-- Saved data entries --
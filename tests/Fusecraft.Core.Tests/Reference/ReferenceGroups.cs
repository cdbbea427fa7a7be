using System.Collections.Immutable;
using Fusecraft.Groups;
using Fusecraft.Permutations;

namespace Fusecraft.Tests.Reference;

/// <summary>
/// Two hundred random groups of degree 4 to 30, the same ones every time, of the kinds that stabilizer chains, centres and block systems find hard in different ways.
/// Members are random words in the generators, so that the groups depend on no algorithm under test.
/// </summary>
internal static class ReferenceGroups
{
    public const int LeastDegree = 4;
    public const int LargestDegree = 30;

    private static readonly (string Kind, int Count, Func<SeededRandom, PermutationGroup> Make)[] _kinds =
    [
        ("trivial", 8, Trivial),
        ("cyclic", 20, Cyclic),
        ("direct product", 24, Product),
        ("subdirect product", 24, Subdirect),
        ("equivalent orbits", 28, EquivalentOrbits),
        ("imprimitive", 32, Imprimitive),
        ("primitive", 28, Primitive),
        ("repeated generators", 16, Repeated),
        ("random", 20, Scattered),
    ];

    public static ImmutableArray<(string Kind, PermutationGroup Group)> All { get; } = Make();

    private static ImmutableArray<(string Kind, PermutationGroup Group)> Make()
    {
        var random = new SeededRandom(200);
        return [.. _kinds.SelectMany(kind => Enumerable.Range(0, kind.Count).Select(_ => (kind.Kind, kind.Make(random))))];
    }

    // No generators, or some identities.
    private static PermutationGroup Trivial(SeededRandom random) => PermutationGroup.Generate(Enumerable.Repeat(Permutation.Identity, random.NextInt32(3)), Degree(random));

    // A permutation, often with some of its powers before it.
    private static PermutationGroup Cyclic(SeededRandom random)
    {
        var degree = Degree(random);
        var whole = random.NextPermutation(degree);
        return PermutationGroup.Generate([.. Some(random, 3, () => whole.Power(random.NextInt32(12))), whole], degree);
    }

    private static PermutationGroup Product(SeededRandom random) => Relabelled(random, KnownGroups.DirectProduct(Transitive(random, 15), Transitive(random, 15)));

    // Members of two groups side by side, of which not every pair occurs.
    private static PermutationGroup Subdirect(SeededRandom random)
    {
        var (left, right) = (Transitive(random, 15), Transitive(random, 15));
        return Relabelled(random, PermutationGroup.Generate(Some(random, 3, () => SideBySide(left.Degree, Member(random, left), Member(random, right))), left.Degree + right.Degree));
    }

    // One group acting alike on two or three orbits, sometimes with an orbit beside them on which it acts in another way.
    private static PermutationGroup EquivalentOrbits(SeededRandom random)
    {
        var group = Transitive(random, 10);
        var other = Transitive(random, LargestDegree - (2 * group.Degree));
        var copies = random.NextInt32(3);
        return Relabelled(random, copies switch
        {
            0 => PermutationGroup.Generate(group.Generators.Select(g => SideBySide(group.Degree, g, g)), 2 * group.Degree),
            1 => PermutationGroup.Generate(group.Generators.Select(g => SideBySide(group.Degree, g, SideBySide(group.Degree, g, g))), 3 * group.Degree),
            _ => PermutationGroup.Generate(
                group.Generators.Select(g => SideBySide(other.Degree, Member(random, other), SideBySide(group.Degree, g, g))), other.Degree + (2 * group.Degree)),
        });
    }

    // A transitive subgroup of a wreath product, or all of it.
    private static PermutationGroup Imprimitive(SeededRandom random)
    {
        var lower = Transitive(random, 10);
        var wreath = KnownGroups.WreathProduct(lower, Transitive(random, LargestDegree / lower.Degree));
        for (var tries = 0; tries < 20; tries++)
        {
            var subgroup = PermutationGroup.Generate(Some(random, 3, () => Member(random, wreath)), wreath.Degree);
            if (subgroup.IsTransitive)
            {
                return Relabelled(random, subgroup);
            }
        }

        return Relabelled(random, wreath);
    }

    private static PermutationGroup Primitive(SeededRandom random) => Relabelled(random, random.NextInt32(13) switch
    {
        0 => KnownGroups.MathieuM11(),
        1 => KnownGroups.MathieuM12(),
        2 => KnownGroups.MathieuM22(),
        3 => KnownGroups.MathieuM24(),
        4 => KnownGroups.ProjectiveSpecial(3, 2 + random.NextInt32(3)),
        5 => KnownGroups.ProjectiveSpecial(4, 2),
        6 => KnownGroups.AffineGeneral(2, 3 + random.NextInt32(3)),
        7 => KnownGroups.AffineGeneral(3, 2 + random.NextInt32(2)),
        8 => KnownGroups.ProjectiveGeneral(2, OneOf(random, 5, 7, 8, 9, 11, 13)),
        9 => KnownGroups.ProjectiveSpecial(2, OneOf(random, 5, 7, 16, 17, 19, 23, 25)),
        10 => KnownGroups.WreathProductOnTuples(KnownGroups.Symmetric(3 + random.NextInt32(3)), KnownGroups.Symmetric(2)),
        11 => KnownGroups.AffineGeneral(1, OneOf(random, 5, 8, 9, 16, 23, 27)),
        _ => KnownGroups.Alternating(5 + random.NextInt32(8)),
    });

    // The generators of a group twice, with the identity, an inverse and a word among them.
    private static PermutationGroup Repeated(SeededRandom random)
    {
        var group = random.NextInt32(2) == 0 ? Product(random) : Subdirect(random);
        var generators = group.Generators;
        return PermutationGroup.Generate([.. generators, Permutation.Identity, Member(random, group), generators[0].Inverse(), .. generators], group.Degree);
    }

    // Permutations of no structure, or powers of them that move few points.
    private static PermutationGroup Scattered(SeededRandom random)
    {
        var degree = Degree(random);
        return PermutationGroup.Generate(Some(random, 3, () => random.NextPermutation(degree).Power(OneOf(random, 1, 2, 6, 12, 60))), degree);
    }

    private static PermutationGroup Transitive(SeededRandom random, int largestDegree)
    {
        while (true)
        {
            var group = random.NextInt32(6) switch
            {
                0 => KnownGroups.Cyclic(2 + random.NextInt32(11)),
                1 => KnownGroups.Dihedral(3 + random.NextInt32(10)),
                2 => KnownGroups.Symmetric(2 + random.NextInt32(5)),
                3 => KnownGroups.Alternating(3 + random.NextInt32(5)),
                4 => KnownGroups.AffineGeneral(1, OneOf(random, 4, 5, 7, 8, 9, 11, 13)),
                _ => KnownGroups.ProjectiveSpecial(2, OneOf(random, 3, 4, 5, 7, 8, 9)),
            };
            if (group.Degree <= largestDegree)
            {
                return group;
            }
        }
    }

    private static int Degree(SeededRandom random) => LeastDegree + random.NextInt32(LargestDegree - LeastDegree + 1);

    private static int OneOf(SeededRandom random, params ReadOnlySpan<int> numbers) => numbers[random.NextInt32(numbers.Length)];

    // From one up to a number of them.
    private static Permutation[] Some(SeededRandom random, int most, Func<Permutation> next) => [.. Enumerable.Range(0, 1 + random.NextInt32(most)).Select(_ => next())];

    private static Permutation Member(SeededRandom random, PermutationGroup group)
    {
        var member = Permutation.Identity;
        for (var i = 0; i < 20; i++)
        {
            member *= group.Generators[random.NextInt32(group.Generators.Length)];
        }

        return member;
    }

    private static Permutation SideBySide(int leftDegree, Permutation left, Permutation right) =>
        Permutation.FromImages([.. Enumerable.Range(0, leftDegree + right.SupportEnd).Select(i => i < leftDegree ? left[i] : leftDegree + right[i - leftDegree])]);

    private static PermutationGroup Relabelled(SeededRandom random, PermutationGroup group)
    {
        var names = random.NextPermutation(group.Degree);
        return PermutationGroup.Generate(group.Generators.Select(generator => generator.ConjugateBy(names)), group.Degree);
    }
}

-- Exercise --
From the lines above, copy those that contain the word "Trivial".

-- Solution to this problem --
        ("trivial", 8, Trivial),
    private static PermutationGroup Trivial(SeededRandom random) => PermutationGroup.Generate(Enumerable.Repeat(Permutation.Identity, random.NextInt32(3)), Degree(random));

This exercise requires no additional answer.